### WORK REQUIRED
Write out every line exactly, from the first line of the records below through the line that contains "io::OutputFile out(o.oof);".
- - -
void print_evidence(const CrossFitResult& r, const std::string& skipped) {
  std::fprintf(stderr, "plumb cross-fit: %zu folds (%s), %s rows scored out of fold%s\n", r.folds.count,
               std::string(to_string(r.folds.kind)).c_str(), grouped(r.scored_rows).c_str(), skipped.c_str());
  std::fprintf(stderr, "  %-19s %9s %9s %8s %8s %8s %9s  %s\n", "map", "log loss", "Brier", "ECE", "MCB", "AUC",
               "fold sd", "vs best (se)");
  auto row = [](const char* name, const OutOfFoldFigures& f, const std::string& versus) {
    std::fprintf(stderr, "  %-19s %9.5f %9.5f %8.5f %8.5f %8.5f %9.5f  %s\n", name, f.log_loss, f.brier, f.ece, f.mcb,
                 f.auc, f.fold_log_loss_sd, versus.c_str());
  };
  if (r.has_raw) row("(raw score)", r.raw, "");
  for (std::size_t k = 0; k < r.candidates.size(); ++k) {
    const Candidate& c = r.candidates[k];
    char versus[64];
    if (k == r.best) std::snprintf(versus, sizeof versus, "best");
    else std::snprintf(versus, sizeof versus, "%+.5f (%.5f)", c.diff_vs_best, c.diff_se);
    const std::string name = (k == r.chosen ? "* " : "  ") + c.kind;
    row(name.c_str(), c.figures, versus);
  }
  std::fprintf(stderr, "  chosen: %s. %s.\n", r.candidates[r.chosen].kind.c_str(), r.reason.c_str());
}

void write_oof(const CrossFitOptions& o, const io::LabelledRows& rows, const CrossFitResult& r, char separator) {
  io::CsvOptions csv;
  csv.delimiter = separator;
  io::CsvReader reader(o.input.file, csv);
  const char d = reader.delimiter();
  const std::string line_end(reader.header_record().line_end);
  for (const std::string& h : reader.header())
    if (h.rfind("oof_", 0) == 0)
      throw Error(ErrorKind::usage, "the input already has a column named '" + h + "'", {}, {},
                  "input without 'oof_*' columns when writing --oof");
  io::OutputFile out(o.oof);
  out.write(reader.header_record().raw);
  out.put(d);
  out.write("oof_fold");
  for (const Candidate& c : r.candidates) {
    out.put(d);
    out.write("oof_" + c.kind);
  }
  out.write(line_end);
  io::Record record;
  std::size_t i = 0, skipped = 0;
  char number[32];
  while (reader.next(record)) {
    // Rows left out under --missing skip are left out here too.
    if (skipped < rows.skipped_lines.size() && rows.skipped_lines[skipped] == record.line) {
      ++skipped;
      continue;
    }
    if (i >= rows.rows) throw Error(ErrorKind::io, "the input changed while cross-fit was reading it");
    // A row's probabilities sit in its cell, and input order visits the
    // cells at random: ask for those of a row some way ahead, so the wait
    // for memory overlaps the writing of the rows between.
    if (constexpr std::size_t ahead = 32; i + ahead < r.cell_of_row.size())
      for (const Candidate& c : r.candidates) __builtin_prefetch(&c.oof[r.cell_of_row[i + ahead]]);
    out.write(record.raw);
    out.put(d);
    // Folds read from a column keep its values; made folds are numbered from 1.
    if (r.folds.kind == SplitKind::column) out.write(rows.segment_names[rows.segment[i]]);
    else out.write(std::to_string(r.folds.fold_of_row[i] + 1));
    for (std::size_t c = 0; c < r.candidates.size(); ++c) {
      out.put(d);
      const double p = r.oof(c, i);
      if (std::isfinite(p)) {
        const char* end = io::probability_text(number, number + sizeof number, p, o.oof_digits);
        out.write(std::string_view(number, static_cast<std::size_t>(end - number)));
      }
    }
    out.write(line_end);
    ++i;
  }
  if (i != rows.rows) throw Error(ErrorKind::io, "the input changed while cross-fit was reading it");
  out.commit();
}

// --oof with --scores: every input row as read, its fold (oof_fold: made
// folds numbered from 1, a fold column's own values) and the chosen map's K
// out-of-fold probabilities, named as apply names its columns
// (NAME_calibrated, in class order); empty for a row no fold scores.
// The caller commits `out`, with the command's other outputs.
void write_class_oof(io::OutputFile& out, const CrossFitOptions& o, const io::ClassRows& rows, const Folds& folds,
                     const ClassCrossFitResult& r, char separator) {
  io::CsvOptions csv;
  csv.delimiter = separator;
  io::CsvReader reader(o.input.file, csv);
  const char d = reader.delimiter();
  const std::string line_end(reader.header_record().line_end);
  std::vector<std::string> names{"oof_fold"};
  for (const std::string& c : rows.score_columns) names.push_back(c + "_calibrated");
  for (std::size_t c = 0; c < reader.header().size(); ++c)
    for (const std::string& n : names)
      if (reader.header()[c] == n) {
        Location loc;
        loc.file = reader.name();
        loc.line = 1;
        loc.column = c + 1;
        loc.column_name = n;
        throw Error(ErrorKind::usage, "the input already has a column named '" + n + "', which --oof writes", loc, n,
                    "input without the columns oof_fold and NAME_calibrated of its --scores columns when writing "
                    "--oof");
      }
  out.write(reader.header_record().raw);
  for (const std::string& n : names) {
    out.put(d);
    out.write(n);
  }
  out.write(line_end);
  const std::size_t k = rows.data.k();
  io::Record record;
  std::size_t i = 0, skipped = 0;
  char number[32];
  while (reader.next(record)) {
    // Rows left out under --missing skip are left out here too.
    if (skipped < rows.skipped_lines.size() && rows.skipped_lines[skipped] == record.line) {
      ++skipped;
      continue;
    }
    if (i >= rows.data.rows || rows.lines[i] != record.line)
      throw Error(ErrorKind::io, "the input changed while cross-fit was reading it");
    out.write(record.raw);
    out.put(d);
    if (folds.kind == SplitKind::column) out.write(rows.segment_names[rows.segment[i]]);
    else out.write(std::to_string(folds.fold_of_row[i] + 1));
    for (std::size_t c = 0; c < k; ++c) {
      out.put(d);
      const double p = r.oof[i * k + c];
      if (std::isfinite(p)) {
        const char* end = io::probability_text(number, number + sizeof number, p, o.oof_digits);
        out.write(std::string_view(number, static_cast<std::size_t>(end - number)));
      }
    }
    out.write(line_end);
    ++i;
  }
  if (i != rows.data.rows) throw Error(ErrorKind::io, "the input changed while cross-fit was reading it");
}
- - -
### ANSWER TO THE PROBLEM
void print_evidence(const CrossFitResult& r, const std::string& skipped) {
  std::fprintf(stderr, "plumb cross-fit: %zu folds (%s), %s rows scored out of fold%s\n", r.folds.count,
               std::string(to_string(r.folds.kind)).c_str(), grouped(r.scored_rows).c_str(), skipped.c_str());
  std::fprintf(stderr, "  %-19s %9s %9s %8s %8s %8s %9s  %s\n", "map", "log loss", "Brier", "ECE", "MCB", "AUC",
               "fold sd", "vs best (se)");
  auto row = [](const char* name, const OutOfFoldFigures& f, const std::string& versus) {
    std::fprintf(stderr, "  %-19s %9.5f %9.5f %8.5f %8.5f %8.5f %9.5f  %s\n", name, f.log_loss, f.brier, f.ece, f.mcb,
                 f.auc, f.fold_log_loss_sd, versus.c_str());
  };
  if (r.has_raw) row("(raw score)", r.raw, "");
  for (std::size_t k = 0; k < r.candidates.size(); ++k) {
    const Candidate& c = r.candidates[k];
    char versus[64];
    if (k == r.best) std::snprintf(versus, sizeof versus, "best");
    else std::snprintf(versus, sizeof versus, "%+.5f (%.5f)", c.diff_vs_best, c.diff_se);
    const std::string name = (k == r.chosen ? "* " : "  ") + c.kind;
    row(name.c_str(), c.figures, versus);
  }
  std::fprintf(stderr, "  chosen: %s. %s.\n", r.candidates[r.chosen].kind.c_str(), r.reason.c_str());
}

void write_oof(const CrossFitOptions& o, const io::LabelledRows& rows, const CrossFitResult& r, char separator) {
  io::CsvOptions csv;
  csv.delimiter = separator;
  io::CsvReader reader(o.input.file, csv);
  const char d = reader.delimiter();
  const std::string line_end(reader.header_record().line_end);
  for (const std::string& h : reader.header())
    if (h.rfind("oof_", 0) == 0)
      throw Error(ErrorKind::usage, "the input already has a column named '" + h + "'", {}, {},
                  "input without 'oof_*' columns when writing --oof");
  io::OutputFile out(o.oof);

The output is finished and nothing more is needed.